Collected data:
——————————

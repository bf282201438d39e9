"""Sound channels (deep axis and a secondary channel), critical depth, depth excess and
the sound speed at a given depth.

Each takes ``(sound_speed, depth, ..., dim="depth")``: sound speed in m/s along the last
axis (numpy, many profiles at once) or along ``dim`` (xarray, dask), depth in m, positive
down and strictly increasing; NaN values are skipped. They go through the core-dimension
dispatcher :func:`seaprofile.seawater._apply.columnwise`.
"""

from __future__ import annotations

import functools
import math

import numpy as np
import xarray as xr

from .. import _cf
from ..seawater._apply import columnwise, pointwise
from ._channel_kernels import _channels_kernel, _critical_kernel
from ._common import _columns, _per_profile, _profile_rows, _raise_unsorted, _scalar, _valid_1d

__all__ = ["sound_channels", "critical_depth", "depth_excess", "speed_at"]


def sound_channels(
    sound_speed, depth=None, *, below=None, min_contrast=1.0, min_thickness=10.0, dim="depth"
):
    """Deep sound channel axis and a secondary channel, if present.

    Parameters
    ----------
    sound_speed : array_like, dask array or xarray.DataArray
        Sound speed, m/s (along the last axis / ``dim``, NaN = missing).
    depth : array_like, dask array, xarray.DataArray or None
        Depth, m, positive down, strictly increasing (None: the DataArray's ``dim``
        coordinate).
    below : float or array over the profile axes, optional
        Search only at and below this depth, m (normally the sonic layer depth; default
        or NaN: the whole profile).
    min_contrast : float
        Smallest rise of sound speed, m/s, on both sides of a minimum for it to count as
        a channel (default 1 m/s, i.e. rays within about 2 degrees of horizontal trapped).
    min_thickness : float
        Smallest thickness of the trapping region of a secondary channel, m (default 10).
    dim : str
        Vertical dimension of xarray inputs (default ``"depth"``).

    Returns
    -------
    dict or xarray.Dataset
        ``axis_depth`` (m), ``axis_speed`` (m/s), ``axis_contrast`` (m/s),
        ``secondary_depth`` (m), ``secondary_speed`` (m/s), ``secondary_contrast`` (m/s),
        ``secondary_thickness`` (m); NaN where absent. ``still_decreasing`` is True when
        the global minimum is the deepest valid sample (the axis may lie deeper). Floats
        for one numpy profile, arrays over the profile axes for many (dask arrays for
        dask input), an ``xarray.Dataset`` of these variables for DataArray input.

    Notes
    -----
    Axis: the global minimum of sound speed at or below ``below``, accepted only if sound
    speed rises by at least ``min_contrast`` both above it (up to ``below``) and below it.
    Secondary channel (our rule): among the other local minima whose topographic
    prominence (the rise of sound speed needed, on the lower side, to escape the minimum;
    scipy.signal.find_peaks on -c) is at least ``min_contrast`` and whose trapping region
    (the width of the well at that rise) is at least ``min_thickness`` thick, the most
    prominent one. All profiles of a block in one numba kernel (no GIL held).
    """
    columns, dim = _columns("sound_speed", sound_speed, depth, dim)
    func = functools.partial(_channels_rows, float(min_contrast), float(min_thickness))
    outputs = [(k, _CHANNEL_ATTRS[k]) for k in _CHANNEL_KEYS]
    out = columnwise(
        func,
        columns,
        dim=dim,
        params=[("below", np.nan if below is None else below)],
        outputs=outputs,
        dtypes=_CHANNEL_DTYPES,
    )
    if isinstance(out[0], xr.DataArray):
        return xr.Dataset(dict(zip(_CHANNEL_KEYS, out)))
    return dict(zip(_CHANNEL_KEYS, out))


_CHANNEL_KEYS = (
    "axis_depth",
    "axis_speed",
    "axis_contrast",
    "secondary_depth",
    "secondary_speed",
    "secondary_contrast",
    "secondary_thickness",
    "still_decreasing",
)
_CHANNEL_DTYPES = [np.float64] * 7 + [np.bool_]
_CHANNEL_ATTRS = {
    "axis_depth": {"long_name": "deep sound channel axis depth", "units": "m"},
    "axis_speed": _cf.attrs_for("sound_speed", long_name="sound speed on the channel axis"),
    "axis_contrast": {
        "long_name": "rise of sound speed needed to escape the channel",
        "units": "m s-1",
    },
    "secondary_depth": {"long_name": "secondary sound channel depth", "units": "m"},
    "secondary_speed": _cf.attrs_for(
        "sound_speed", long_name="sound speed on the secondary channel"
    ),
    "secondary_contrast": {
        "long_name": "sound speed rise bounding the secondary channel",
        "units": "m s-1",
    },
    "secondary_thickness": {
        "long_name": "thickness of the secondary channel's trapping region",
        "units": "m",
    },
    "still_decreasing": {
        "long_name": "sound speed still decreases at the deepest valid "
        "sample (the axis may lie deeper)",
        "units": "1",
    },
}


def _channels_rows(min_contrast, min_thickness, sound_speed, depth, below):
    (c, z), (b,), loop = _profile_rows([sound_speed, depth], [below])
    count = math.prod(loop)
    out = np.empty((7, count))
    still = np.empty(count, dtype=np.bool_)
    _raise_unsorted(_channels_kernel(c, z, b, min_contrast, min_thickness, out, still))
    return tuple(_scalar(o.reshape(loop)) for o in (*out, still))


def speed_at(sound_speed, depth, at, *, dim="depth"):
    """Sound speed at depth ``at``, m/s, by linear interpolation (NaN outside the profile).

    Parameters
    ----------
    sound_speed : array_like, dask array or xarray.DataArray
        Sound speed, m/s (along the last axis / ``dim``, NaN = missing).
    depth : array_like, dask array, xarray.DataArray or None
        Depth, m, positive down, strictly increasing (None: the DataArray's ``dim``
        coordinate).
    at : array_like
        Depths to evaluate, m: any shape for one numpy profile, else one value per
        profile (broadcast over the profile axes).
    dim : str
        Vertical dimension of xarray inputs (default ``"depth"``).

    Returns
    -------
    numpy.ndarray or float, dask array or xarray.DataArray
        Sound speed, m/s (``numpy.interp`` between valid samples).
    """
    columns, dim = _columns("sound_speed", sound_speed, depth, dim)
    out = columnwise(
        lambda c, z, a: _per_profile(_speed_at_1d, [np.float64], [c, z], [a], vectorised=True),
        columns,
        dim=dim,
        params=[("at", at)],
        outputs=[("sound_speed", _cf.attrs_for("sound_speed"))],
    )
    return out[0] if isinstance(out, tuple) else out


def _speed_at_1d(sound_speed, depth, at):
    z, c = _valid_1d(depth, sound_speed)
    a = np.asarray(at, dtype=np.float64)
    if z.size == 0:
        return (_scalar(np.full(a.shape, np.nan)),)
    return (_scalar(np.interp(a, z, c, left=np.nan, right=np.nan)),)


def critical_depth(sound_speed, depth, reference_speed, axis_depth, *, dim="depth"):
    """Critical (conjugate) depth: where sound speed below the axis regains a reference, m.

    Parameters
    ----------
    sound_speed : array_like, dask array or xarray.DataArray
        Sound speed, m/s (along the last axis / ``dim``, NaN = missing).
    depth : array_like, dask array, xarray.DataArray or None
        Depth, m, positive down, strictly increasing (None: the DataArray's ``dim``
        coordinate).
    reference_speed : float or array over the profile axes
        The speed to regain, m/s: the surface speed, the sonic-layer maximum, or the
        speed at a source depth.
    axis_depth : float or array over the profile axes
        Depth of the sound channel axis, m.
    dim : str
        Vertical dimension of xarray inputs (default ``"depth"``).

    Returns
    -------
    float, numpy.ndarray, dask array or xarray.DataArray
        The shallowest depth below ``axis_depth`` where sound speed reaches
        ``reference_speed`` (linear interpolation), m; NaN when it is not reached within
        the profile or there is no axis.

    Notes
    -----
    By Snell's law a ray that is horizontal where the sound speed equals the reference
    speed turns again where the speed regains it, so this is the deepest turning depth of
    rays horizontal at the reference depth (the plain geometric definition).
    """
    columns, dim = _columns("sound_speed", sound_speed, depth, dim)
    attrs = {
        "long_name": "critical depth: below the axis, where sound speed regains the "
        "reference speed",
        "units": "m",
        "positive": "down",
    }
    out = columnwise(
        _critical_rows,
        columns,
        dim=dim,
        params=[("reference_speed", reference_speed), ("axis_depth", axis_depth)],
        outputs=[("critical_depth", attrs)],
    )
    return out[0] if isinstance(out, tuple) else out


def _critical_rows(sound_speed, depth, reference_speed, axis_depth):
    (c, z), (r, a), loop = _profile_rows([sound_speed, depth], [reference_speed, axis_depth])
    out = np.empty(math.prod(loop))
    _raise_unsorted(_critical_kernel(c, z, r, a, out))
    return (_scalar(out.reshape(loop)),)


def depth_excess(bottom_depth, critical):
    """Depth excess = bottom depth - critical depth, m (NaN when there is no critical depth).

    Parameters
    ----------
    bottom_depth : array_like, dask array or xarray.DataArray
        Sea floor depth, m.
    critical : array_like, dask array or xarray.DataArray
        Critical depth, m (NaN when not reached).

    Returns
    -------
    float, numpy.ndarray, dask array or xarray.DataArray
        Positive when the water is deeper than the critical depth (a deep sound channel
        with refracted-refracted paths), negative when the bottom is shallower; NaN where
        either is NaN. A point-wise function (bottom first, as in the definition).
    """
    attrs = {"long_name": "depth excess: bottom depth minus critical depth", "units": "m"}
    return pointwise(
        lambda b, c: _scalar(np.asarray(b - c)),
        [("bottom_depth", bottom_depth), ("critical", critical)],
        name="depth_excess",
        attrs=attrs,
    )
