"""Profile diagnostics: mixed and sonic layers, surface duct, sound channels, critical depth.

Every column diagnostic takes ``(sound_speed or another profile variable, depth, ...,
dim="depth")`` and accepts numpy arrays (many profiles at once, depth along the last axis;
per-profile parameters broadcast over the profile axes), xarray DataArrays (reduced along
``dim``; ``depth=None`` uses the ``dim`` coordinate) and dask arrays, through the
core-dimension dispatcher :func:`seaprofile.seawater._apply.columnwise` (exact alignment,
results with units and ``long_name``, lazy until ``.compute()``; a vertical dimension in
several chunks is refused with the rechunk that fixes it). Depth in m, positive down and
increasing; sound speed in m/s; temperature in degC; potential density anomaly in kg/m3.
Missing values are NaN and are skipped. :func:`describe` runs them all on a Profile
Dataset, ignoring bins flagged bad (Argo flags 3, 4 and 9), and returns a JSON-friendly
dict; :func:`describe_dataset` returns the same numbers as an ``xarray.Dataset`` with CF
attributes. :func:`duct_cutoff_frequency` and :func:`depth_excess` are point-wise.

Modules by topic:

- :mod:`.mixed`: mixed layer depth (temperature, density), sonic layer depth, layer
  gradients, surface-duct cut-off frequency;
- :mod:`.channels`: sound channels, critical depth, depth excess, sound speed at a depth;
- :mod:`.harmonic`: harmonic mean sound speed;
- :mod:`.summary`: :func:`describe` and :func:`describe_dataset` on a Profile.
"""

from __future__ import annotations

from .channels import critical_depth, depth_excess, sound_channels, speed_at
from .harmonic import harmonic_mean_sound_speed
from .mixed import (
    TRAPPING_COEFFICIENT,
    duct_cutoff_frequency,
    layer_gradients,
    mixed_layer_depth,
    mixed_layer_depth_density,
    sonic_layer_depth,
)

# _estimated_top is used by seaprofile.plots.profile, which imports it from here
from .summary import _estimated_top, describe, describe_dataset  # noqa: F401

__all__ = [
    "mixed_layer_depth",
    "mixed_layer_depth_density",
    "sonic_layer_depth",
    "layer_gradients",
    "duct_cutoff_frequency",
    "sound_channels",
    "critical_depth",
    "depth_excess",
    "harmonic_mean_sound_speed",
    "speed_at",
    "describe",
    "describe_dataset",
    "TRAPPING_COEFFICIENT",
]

——————————

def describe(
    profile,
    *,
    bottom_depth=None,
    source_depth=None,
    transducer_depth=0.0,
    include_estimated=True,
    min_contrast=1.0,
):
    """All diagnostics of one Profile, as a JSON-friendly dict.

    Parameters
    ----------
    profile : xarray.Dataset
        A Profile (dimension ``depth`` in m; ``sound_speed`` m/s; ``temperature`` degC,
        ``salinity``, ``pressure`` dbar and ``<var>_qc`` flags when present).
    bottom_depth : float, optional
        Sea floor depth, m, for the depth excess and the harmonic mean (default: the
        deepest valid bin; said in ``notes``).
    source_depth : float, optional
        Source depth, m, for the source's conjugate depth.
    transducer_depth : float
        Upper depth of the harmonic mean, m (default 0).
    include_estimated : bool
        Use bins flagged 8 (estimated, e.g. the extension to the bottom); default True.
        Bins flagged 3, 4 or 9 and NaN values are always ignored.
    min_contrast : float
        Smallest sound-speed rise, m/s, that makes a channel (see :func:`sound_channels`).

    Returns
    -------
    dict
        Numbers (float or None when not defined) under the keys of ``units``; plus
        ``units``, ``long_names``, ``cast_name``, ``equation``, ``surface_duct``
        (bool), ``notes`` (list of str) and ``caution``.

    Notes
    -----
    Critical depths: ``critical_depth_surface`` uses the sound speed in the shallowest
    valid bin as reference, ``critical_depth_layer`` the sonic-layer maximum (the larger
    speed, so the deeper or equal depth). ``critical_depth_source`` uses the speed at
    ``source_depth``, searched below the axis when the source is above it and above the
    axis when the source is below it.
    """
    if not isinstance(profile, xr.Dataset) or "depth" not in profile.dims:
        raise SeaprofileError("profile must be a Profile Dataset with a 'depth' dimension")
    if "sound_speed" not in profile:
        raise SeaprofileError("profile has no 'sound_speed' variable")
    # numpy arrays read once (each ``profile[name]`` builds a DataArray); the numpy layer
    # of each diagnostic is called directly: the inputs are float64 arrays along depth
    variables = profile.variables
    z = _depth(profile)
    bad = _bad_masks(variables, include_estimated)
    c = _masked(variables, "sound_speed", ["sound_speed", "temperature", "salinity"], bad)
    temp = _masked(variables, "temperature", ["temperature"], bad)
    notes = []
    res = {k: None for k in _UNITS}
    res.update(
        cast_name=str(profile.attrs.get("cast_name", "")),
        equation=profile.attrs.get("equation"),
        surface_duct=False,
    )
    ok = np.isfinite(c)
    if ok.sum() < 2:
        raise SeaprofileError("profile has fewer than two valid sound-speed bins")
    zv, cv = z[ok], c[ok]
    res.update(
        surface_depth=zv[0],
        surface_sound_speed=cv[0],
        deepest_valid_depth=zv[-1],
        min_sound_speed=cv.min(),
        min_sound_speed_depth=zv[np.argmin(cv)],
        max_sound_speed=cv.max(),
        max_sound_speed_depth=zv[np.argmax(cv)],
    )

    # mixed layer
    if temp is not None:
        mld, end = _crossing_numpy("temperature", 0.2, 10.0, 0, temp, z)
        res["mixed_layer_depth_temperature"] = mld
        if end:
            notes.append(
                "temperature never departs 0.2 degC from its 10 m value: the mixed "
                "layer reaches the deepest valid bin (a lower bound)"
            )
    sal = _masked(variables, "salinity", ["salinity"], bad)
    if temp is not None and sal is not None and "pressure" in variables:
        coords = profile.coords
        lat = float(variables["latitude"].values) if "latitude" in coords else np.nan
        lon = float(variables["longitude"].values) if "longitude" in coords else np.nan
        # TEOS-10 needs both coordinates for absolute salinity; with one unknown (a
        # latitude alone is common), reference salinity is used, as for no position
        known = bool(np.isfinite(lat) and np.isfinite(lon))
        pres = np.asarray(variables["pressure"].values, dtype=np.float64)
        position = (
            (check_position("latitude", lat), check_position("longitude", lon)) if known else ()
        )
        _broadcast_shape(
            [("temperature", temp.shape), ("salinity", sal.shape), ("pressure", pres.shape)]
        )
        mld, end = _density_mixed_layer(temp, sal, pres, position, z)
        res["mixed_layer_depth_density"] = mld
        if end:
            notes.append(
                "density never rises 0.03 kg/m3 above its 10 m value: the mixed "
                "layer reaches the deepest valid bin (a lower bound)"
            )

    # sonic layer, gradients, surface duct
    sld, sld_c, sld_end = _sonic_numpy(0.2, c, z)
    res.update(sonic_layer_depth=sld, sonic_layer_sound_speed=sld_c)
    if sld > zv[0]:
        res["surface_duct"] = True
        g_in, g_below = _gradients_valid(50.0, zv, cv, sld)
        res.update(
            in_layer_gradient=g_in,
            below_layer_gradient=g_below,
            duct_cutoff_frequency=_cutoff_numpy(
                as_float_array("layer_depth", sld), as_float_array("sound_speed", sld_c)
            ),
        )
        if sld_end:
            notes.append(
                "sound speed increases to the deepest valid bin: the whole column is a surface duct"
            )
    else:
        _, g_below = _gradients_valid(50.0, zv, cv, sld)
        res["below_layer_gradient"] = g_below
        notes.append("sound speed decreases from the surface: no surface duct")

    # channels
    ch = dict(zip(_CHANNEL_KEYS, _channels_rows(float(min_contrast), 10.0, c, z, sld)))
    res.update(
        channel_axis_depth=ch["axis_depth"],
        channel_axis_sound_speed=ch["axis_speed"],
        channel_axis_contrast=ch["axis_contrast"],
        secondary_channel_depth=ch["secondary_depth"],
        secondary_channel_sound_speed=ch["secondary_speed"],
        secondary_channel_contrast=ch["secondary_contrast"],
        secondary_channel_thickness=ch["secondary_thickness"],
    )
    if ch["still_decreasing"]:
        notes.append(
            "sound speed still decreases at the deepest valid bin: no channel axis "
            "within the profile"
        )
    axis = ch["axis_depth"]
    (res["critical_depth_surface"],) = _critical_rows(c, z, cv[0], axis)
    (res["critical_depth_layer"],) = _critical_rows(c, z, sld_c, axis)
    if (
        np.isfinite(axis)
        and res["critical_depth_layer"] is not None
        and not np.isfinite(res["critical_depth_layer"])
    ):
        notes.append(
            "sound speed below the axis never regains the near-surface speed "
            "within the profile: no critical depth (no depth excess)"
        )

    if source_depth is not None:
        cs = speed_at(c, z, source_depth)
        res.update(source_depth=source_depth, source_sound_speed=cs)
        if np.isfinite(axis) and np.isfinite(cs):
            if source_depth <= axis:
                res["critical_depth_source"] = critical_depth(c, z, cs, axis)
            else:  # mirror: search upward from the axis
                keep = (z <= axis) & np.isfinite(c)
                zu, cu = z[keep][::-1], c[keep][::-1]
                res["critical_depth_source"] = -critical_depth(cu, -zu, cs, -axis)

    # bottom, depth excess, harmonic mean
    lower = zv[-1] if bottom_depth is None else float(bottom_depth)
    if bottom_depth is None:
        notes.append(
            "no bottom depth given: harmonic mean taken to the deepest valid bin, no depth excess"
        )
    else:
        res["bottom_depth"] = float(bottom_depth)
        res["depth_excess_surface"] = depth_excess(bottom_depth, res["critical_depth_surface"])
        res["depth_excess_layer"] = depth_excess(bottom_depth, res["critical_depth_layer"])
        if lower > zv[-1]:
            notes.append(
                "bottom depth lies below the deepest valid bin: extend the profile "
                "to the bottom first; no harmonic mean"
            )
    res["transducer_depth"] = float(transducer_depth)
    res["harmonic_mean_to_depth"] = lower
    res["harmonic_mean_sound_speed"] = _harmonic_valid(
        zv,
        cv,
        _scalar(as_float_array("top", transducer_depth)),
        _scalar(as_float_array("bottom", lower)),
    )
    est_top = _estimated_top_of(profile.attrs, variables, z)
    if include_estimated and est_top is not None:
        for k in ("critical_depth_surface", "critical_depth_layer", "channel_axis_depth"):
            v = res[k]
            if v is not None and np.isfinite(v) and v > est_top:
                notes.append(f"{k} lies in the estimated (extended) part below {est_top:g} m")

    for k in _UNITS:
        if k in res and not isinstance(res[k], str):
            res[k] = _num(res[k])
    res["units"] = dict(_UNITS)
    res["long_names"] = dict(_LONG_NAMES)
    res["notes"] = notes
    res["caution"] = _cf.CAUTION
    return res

——————————

THE TASK: Go line by line through the records above and copy each one containing "regains".

EXPECTED ANSWER:
    """Critical (conjugate) depth: where sound speed below the axis regains a reference, m.
    speed turns again where the speed regains it, so this is the deepest turning depth of
        "long_name": "critical depth: below the axis, where sound speed regains the "
            "sound speed below the axis never regains the near-surface speed "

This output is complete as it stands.